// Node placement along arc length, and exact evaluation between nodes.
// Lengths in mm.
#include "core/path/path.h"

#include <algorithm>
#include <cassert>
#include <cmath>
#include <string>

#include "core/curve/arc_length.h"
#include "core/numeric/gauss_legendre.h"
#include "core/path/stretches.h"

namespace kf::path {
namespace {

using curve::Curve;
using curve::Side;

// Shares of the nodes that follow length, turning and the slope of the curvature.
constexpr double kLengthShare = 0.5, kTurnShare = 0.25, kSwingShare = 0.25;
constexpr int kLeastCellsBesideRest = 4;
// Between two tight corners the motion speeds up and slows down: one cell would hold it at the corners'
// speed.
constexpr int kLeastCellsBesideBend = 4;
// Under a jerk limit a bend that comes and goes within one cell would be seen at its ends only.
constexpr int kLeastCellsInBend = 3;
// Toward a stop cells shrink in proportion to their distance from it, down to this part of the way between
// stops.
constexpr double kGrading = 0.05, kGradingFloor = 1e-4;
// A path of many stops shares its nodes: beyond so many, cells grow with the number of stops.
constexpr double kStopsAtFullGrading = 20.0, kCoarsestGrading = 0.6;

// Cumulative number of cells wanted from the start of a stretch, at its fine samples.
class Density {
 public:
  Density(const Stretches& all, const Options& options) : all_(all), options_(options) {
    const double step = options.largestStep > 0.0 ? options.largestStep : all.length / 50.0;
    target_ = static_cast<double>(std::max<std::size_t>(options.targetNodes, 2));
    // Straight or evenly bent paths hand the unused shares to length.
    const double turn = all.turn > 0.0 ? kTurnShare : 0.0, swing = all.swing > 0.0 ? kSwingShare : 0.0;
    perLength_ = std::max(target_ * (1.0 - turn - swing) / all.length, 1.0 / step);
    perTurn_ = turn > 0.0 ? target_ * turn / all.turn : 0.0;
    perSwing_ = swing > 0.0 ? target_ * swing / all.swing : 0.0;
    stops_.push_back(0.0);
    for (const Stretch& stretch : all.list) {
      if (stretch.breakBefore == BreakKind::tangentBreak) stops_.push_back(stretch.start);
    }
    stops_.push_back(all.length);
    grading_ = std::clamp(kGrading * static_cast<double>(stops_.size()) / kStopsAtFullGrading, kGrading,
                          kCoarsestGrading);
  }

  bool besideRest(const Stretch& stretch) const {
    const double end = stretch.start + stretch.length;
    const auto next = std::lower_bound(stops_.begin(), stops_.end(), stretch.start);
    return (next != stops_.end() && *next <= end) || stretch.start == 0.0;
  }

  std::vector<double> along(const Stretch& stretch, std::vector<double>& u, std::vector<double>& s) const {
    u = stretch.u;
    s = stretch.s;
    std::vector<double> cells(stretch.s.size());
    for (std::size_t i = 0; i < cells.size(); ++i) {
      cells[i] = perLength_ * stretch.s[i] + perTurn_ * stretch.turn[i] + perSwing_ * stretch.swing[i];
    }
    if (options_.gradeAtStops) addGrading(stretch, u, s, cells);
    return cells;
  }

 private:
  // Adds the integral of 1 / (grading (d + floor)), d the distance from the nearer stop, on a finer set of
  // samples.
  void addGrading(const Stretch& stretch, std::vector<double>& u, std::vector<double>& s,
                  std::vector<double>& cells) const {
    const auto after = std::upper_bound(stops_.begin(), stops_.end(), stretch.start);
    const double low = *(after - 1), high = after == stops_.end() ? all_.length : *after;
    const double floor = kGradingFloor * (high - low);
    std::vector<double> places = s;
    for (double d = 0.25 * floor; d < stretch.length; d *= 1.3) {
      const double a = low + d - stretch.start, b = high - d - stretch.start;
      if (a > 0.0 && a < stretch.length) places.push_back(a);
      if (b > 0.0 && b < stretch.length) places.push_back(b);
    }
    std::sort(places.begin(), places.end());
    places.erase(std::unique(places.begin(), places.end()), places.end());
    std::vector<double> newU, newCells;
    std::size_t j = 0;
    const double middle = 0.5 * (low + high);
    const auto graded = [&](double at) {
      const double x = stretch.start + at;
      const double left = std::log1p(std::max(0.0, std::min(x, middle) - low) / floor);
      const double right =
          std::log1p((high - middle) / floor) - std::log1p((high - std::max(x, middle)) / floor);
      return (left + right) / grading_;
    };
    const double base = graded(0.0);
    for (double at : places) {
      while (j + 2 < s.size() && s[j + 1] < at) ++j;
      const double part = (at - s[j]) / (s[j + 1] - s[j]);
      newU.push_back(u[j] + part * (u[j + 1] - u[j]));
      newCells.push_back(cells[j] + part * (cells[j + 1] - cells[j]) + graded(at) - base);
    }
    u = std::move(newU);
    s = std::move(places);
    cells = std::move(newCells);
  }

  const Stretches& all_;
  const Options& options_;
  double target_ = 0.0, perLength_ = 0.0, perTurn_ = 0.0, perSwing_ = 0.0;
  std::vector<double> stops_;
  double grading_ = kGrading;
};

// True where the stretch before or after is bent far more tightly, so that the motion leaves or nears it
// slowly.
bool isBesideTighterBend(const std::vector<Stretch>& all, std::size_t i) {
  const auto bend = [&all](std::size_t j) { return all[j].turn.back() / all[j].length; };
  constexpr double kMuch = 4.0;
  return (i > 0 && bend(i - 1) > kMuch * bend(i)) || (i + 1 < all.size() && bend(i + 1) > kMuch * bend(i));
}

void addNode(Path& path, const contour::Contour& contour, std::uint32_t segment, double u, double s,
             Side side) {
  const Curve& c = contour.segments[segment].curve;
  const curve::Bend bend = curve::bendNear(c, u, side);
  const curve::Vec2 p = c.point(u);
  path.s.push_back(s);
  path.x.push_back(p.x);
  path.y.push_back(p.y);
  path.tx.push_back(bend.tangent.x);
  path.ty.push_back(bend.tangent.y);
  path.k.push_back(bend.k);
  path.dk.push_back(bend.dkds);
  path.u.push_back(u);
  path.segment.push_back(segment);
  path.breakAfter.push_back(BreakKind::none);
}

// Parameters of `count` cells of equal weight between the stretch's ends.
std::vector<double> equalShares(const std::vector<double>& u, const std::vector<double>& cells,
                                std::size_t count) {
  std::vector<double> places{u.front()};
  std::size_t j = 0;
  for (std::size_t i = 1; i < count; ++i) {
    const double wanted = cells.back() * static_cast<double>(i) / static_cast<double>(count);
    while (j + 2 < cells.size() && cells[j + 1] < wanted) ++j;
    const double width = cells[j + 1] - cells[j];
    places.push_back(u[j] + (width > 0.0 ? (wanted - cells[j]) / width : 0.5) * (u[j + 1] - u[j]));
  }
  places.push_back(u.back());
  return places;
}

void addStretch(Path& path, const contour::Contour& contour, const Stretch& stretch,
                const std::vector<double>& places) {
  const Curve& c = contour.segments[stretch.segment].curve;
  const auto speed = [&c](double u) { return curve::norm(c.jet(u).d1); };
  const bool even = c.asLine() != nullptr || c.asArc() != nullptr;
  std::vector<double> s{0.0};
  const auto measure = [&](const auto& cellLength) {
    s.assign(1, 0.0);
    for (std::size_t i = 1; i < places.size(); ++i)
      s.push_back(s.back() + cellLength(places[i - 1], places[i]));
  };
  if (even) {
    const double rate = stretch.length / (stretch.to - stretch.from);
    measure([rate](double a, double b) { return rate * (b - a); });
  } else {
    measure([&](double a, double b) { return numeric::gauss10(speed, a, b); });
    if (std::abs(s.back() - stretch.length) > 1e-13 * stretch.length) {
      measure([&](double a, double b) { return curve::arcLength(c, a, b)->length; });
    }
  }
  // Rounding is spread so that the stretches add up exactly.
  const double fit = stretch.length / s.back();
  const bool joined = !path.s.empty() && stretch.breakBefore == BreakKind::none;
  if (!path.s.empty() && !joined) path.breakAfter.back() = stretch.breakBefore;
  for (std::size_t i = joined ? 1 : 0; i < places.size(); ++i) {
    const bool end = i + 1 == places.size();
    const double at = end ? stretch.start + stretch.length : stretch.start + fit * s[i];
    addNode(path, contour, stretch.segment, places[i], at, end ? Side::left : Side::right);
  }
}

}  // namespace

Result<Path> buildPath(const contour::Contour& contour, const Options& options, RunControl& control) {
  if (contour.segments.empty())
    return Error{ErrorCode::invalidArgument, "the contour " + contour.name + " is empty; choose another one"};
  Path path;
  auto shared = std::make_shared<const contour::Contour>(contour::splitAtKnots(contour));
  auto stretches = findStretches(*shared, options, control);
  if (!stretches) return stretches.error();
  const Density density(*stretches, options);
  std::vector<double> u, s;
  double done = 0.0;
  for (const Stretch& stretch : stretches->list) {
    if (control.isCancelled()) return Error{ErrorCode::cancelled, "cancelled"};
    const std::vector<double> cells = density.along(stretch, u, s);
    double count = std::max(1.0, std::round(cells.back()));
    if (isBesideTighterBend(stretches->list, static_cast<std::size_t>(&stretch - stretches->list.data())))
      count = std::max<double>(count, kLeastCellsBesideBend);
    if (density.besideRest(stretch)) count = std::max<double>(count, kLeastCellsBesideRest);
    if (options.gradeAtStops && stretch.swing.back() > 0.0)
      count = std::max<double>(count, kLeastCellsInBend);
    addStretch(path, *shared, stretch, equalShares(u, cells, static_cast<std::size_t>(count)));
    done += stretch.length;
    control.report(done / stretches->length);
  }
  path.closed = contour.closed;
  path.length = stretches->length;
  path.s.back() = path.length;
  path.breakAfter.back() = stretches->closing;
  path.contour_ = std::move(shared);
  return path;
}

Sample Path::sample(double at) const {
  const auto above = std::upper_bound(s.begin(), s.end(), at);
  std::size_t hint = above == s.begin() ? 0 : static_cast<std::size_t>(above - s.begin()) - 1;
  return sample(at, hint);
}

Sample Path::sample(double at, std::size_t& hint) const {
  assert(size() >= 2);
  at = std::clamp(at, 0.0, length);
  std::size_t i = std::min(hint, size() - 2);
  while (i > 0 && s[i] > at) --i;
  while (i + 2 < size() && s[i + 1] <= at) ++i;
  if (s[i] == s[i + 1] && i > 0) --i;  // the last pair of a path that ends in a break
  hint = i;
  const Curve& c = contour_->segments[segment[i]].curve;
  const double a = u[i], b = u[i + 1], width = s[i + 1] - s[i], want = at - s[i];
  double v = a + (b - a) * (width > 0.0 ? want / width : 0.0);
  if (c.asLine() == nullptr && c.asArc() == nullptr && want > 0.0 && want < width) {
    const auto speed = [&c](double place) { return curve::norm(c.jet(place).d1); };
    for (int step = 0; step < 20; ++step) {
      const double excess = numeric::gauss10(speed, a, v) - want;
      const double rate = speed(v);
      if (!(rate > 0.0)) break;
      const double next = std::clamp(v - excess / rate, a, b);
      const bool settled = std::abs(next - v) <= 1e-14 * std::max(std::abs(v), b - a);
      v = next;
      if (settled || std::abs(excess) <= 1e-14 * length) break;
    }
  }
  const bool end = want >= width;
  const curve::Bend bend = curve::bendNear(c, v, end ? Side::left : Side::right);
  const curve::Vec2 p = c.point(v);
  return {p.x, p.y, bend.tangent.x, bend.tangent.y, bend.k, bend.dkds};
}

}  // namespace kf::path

--

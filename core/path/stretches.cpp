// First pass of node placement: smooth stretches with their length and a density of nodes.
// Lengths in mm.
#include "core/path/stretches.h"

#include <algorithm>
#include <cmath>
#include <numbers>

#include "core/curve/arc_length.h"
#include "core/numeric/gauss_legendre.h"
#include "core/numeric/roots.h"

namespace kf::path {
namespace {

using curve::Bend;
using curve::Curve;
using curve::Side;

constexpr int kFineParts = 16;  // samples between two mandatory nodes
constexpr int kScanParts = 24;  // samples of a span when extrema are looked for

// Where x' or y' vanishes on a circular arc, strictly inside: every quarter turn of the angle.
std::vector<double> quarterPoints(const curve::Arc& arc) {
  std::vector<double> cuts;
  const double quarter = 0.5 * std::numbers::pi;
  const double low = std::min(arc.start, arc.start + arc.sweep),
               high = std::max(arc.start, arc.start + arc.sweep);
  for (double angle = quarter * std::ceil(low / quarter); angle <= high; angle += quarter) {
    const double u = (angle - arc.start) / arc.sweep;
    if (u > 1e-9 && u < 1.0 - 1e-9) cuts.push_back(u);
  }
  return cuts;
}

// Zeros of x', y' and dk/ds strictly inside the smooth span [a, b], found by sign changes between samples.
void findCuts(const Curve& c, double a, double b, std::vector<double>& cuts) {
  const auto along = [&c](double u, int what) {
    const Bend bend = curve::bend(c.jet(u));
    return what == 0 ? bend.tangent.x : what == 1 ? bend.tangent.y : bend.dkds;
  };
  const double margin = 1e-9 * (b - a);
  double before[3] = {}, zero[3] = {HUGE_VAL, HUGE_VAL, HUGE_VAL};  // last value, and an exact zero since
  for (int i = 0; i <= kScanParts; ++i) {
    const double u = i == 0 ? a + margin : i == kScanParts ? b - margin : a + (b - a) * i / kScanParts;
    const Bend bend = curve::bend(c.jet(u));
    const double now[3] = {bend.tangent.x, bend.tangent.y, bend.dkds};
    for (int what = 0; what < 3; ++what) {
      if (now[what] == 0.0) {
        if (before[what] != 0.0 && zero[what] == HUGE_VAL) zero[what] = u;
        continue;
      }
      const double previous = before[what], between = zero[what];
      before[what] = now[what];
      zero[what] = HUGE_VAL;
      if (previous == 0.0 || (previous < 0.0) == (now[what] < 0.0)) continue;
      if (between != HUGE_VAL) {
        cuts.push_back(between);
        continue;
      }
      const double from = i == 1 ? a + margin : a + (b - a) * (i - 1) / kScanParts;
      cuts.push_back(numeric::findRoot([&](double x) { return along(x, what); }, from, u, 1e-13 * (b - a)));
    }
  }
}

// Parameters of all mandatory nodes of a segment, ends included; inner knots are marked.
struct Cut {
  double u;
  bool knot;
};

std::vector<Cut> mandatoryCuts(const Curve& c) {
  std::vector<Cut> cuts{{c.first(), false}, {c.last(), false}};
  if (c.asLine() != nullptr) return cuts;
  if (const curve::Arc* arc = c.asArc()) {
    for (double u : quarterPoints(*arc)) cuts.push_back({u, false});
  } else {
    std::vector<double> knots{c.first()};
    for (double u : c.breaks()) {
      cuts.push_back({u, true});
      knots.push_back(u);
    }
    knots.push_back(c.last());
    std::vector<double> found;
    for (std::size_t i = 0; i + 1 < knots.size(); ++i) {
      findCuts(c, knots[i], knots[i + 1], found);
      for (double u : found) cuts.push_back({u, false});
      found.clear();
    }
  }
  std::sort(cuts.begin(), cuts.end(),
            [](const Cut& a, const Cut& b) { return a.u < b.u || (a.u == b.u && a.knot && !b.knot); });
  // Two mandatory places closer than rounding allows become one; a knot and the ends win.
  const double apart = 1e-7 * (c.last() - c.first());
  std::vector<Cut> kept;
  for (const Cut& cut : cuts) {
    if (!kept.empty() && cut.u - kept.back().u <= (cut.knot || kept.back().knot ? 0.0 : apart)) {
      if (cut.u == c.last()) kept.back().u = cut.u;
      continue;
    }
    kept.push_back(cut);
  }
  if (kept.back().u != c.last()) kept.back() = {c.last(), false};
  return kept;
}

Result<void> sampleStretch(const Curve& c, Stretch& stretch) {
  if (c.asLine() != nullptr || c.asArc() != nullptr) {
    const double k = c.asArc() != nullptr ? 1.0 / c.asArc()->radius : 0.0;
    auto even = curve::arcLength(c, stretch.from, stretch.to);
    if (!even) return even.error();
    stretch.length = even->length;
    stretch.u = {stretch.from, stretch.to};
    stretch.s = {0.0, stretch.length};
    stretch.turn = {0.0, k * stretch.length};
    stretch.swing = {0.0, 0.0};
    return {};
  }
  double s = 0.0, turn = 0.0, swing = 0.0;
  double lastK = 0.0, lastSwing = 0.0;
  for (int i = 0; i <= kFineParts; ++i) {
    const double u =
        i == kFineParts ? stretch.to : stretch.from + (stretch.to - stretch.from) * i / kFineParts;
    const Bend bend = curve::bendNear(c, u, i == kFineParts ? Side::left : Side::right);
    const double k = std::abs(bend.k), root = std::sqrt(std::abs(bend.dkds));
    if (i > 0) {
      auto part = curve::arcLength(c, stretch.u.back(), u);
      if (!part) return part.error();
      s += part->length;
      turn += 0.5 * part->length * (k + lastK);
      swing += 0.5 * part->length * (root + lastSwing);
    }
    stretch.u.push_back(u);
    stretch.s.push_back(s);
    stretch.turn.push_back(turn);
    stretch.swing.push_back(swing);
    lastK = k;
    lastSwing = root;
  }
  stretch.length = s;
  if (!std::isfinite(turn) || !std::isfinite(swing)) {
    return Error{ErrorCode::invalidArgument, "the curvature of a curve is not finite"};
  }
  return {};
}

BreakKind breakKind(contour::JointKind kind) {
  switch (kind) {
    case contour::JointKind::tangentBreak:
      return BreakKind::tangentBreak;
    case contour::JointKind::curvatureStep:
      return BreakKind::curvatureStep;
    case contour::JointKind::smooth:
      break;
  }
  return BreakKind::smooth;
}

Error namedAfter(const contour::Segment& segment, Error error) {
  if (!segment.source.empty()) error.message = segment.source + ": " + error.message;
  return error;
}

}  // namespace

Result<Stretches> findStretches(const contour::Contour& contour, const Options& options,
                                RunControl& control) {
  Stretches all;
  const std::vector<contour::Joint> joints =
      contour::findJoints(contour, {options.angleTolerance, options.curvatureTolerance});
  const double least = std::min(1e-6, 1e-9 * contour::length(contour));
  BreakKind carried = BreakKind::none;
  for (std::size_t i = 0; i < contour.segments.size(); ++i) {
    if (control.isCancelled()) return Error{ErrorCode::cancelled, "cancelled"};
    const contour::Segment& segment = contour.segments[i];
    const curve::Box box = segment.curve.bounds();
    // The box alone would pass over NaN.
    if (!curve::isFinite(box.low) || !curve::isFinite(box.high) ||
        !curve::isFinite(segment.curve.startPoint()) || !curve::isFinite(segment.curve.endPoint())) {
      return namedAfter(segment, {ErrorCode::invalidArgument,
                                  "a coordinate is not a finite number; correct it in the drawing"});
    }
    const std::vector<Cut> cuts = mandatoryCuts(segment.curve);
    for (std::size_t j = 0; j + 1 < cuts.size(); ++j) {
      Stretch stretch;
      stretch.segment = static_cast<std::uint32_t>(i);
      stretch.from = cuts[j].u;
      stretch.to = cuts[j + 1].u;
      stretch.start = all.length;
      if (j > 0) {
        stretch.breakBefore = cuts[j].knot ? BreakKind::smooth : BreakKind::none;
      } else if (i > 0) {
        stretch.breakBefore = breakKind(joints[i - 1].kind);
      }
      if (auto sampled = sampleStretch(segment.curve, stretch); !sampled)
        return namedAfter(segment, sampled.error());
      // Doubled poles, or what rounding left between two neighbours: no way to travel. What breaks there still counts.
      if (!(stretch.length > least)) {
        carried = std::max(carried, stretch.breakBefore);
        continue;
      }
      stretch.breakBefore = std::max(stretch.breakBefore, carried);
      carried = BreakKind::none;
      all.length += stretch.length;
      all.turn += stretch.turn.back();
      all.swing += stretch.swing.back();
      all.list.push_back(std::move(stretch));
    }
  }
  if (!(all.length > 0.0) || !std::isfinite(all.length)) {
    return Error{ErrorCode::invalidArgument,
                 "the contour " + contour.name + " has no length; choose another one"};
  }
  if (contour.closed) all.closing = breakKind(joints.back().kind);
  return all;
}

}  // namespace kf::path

To do:
Say how many of the lines above include the string "breaks", and give no other words.

Solution for this task:
2